The scene was so delightful and mesmerising that I wanted to holler to someone in the next room, “Hey, come see this!” I live alone, though. I considered snapping a photo and posting it online, but distance would have transformed bird to blotch and, really, who cares about my avian neighbours? The charm would not have translated. Perhaps I would remember to mention it when I next spoke with my parents, or even a friend. But that autumn evening it seemed most likely the small, golden moment would, like much of my life, go unshared.

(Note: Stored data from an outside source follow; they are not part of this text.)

import { afterAll, beforeAll, describe, expect, it } from 'vitest';
import request from 'supertest';
import { Client, PASSWORD, anonymous, signUp, startApi, tokenFromMail, uniqueEmail, waitForMail, type Api } from './support/api.ts';
import { LOGIN_ATTEMPTS } from '../../server/auth/rateLimit.ts';

let api: Api;
beforeAll(async () => {
  api = await startApi();
});
afterAll(() => api.close());

function sessionCookie(res: request.Response): string {
  const cookies = ([] as string[]).concat(res.headers['set-cookie'] ?? []);
  const found = cookies.find((c) => c.startsWith('casewright.sid='));
  if (!found) throw new Error(`no session cookie in ${JSON.stringify(cookies)}`);
  return found;
}

describe('POST /api/auth/register', () => {
  it('creates the account, signs it in and sets an httpOnly SameSite=Lax session cookie', async () => {
    const client = await anonymous(api.app);
    const email = uniqueEmail('register');
    const res = await client.post('/api/auth/register', { email: email.toUpperCase(), name: 'Ada Plane', password: PASSWORD });
    expect(res.status).toBe(201);
    expect(res.body.user.email).toBe(email);
    expect(res.body.workshops).toEqual([]);
    const cookie = sessionCookie(res);
    expect(cookie).toMatch(/HttpOnly/i);
    expect(cookie).toMatch(/SameSite=Lax/i);
    expect(cookie).not.toMatch(/Secure/i);
    const me = await client.get('/api/auth/me');
    expect(me.status).toBe(200);
    expect(me.body.user.name).toBe('Ada Plane');
  });

  it('never stores the password itself, only an argon2id hash', async () => {
    const client = await signUp(api.app, 'hash');
    const [row] = await api.sequelize.query('SELECT password_hash FROM users WHERE id = :id', { replacements: { id: client.user!.id }, plain: false });
    const hash = (row as { password_hash: string }[])[0]!.password_hash;
    expect(hash.startsWith('$argon2id$')).toBe(true);
    expect(hash).not.toContain(PASSWORD);
  });

  it('refuses a second account with the same e-mail in any letter case (409)', async () => {
    const first = await signUp(api.app, 'twice');
    const again = await anonymous(api.app);
    const res = await again.post('/api/auth/register', { email: first.user!.email.toUpperCase(), name: 'Other', password: PASSWORD });
    expect(res.status).toBe(409);
    expect(res.body.error.code).toBe('email_taken');
  });

  it('names the field and the limit for a short password and a bad e-mail (400)', async () => {
    const client = await anonymous(api.app);
    const short = await client.post('/api/auth/register', { email: uniqueEmail('short'), name: 'A', password: 'short' });
    expect(short.status).toBe(400);
    expect(short.body.error.details).toContainEqual(expect.objectContaining({ path: 'password', message: 'must be at least 10 characters' }));
    const bad = await client.post('/api/auth/register', { email: 'not-an-email', name: 'A', password: PASSWORD });
    expect(bad.status).toBe(400);
    expect(bad.body.error.details[0].path).toBe('email');
  });
});

describe('POST /api/auth/login', () => {
  it('signs in with the right password and refuses a wrong one with 401', async () => {
    const owner = await signUp(api.app, 'login');
    const client = new Client(api.app);
    const wrong = await client.login(owner.user!.email, 'not the password');
    expect(wrong.status).toBe(401);
    expect(wrong.body.error.code).toBe('invalid_credentials');
    const right = await client.login(owner.user!.email);
    expect(right.status).toBe(200);
    expect(right.body.user.id).toBe(owner.user!.id);
    expect((await client.get('/api/auth/me')).status).toBe(200);
  });

  it('answers an unknown e-mail exactly like a wrong password', async () => {
    const res = await new Client(api.app).login(uniqueEmail('nobody'));
    expect(res.status).toBe(401);
    expect(res.body.error.code).toBe('invalid_credentials');
  });

  it(`rate-limits an address and e-mail after ${LOGIN_ATTEMPTS} failed attempts, even with the right password (429)`, async () => {
    const victim = await signUp(api.app, 'limited');
    const attacker = new Client(api.app);
    for (let i = 0; i < LOGIN_ATTEMPTS; i++) expect((await attacker.login(victim.user!.email, `guess-${i}`)).status).toBe(401);
    const blocked = await attacker.login(victim.user!.email);
    expect(blocked.status).toBe(429);
    expect(blocked.body.error.code).toBe('too_many_attempts');
    // Another account from the same address is not locked out by it.
    const other = await signUp(api.app, 'unlimited');
    expect((await new Client(api.app).login(other.user!.email)).status).toBe(200);
  });
});

describe('CSRF protection', () => {
  it('refuses a state-changing request without the x-csrf-token header (403)', async () => {
    const client = await signUp(api.app, 'csrf');
    const res = await client.agent.post('/api/workshops').send({ name: 'No token' });
    expect(res.status).toBe(403);
    expect(res.body.error.code).toBe('csrf_invalid');
  });

  it("refuses another session's token", async () => {
    const mine = await signUp(api.app, 'csrf-mine');
    const theirs = await signUp(api.app, 'csrf-theirs');
    const res = await mine.agent.post('/api/workshops').set('x-csrf-token', theirs.csrf).send({ name: 'Stolen token' });
    expect(res.status).toBe(403);
  });

  it('lets reads through without a token', async () => {
    const client = await signUp(api.app, 'csrf-read');
    expect((await client.agent.get('/api/workshops')).status).toBe(200);
  });
});

describe('sessions', () => {
  it('sign-out ends the session on the server: the old cookie no longer works', async () => {
    const client = await signUp(api.app, 'logout');
    const cookie = client.sessionCookie;
    expect(cookie).toMatch(/^casewright\.sid=/);
    const out = await client.post('/api/auth/logout');
    expect(out.status).toBe(204);
    expect((await client.get('/api/auth/me')).status).toBe(401);
    // Replaying the cookie captured before sign-out (as a thief would) is refused too.
    const replay = await request(api.app).get('/api/auth/me').set('Cookie', cookie);
    expect(replay.status).toBe(401);
  });

  it('survives a server restart: a new app on the same database accepts the cookie', async () => {
    const client = await signUp(api.app, 'restart');
    const cookie = client.sessionCookie;
    expect((await request(api.app).get('/api/auth/me').set('Cookie', cookie)).status).toBe(200);
    const restarted = await startApi();
    try {
      const me = await request(restarted.app).get('/api/auth/me').set('Cookie', cookie);
      expect(me.status).toBe(200);
      expect(me.body.user.id).toBe(client.user!.id);
    } finally {
      await restarted.close();
    }
  });

  it('marks the cookie Secure in production (behind a TLS-terminating proxy)', async () => {
    const prod = await startApi({ NODE_ENV: 'production', SESSION_SECRET: 'a-production-secret-of-at-least-32-chars', TRUST_PROXY: '1' });
    try {
      const res = await request(prod.app).get('/api/auth/csrf').set('X-Forwarded-Proto', 'https');
      expect(res.status).toBe(200);
      expect(sessionCookie(res)).toMatch(/;\s*Secure/i);
      // The inbox of the mail catcher is a development tool only.
      expect((await request(prod.app).get('/api/dev/mail')).status).toBe(404);
    } finally {
      await prod.close();
    }
  });
});

describe('password reset', () => {
  const resetLink = /reset-password\?token=([A-Za-z0-9_-]{43})/;

  it('e-mails a one-time link that sets a new password, ends old sessions, and then stops working', async () => {
    const owner = await signUp(api.app, 'reset');
    const email = owner.user!.email;
    const asker = await anonymous(api.app);
    expect((await asker.post('/api/auth/password-reset', { email })).status).toBe(202);
    await waitForMail(api.mailbox, email);
    const token = tokenFromMail(api.mailbox, email, resetLink);

    const newPassword = 'a brand new password 2';
    expect((await asker.post('/api/auth/password-reset/confirm', { token, password: newPassword })).status).toBe(204);
    expect((await owner.get('/api/auth/me')).status).toBe(401);
    expect((await new Client(api.app).login(email, PASSWORD)).status).toBe(401);
    expect((await new Client(api.app).login(email, newPassword)).status).toBe(200);

    const reused = await asker.post('/api/auth/password-reset/confirm', { token, password: 'and yet another one 3' });
    expect(reused.status).toBe(400);
    expect(reused.body.error.code).toBe('invalid_token');
  });

  it('refuses an expired token', async () => {
    const owner = await signUp(api.app, 'reset-expired');
    const email = owner.user!.email;
    const asker = await anonymous(api.app);
    await asker.post('/api/auth/password-reset', { email });
    await waitForMail(api.mailbox, email);
    const token = tokenFromMail(api.mailbox, email, resetLink);
    await api.sequelize.query(`UPDATE password_resets SET expires_at = now() - interval '1 second' WHERE user_id = :id`, { replacements: { id: owner.user!.id } });
    const res = await asker.post('/api/auth/password-reset/confirm', { token, password: 'too late a password' });
    expect(res.status).toBe(400);
    expect((await new Client(api.app).login(email, PASSWORD)).status).toBe(200);
  });

  it('answers an unknown e-mail the same way and sends nothing', async () => {
    const email = uniqueEmail('reset-nobody');
    const res = await (await anonymous(api.app)).post('/api/auth/password-reset', { email });
    expect(res.status).toBe(202);
    expect(api.mailbox.messages(email)).toEqual([]);
  });
});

When you’re lonely, lockdown doesn’t end. Rather horribly, the isolation the pandemic has imposed this year is not that different from my normal life. I live alone, I work alone, I’m hundreds of miles from my family. There’s no real difference between not making plans (because of a virus) and not having plans (because last-minute cancellation is now socially acceptable). All of which feels shameful — these admissions leave me frantic to declare that I am hilarious, smart and quite fun to have a drink with.

© Annabel Wright

The world emerged by degrees from lockdown over the summer. Now a fresh surge of infections is leading to new restrictions in Europe and some US states. I only hope there is less wailing than in March, when so many reacted as if sentenced to some medieval interdict. The grieving didn’t lack my sympathy, nor did the frightened patients in hospital beds fighting for air or the newly unemployed. Even the plight of takeaway addicts suddenly forced to learn how to fry an egg was weirdly touching.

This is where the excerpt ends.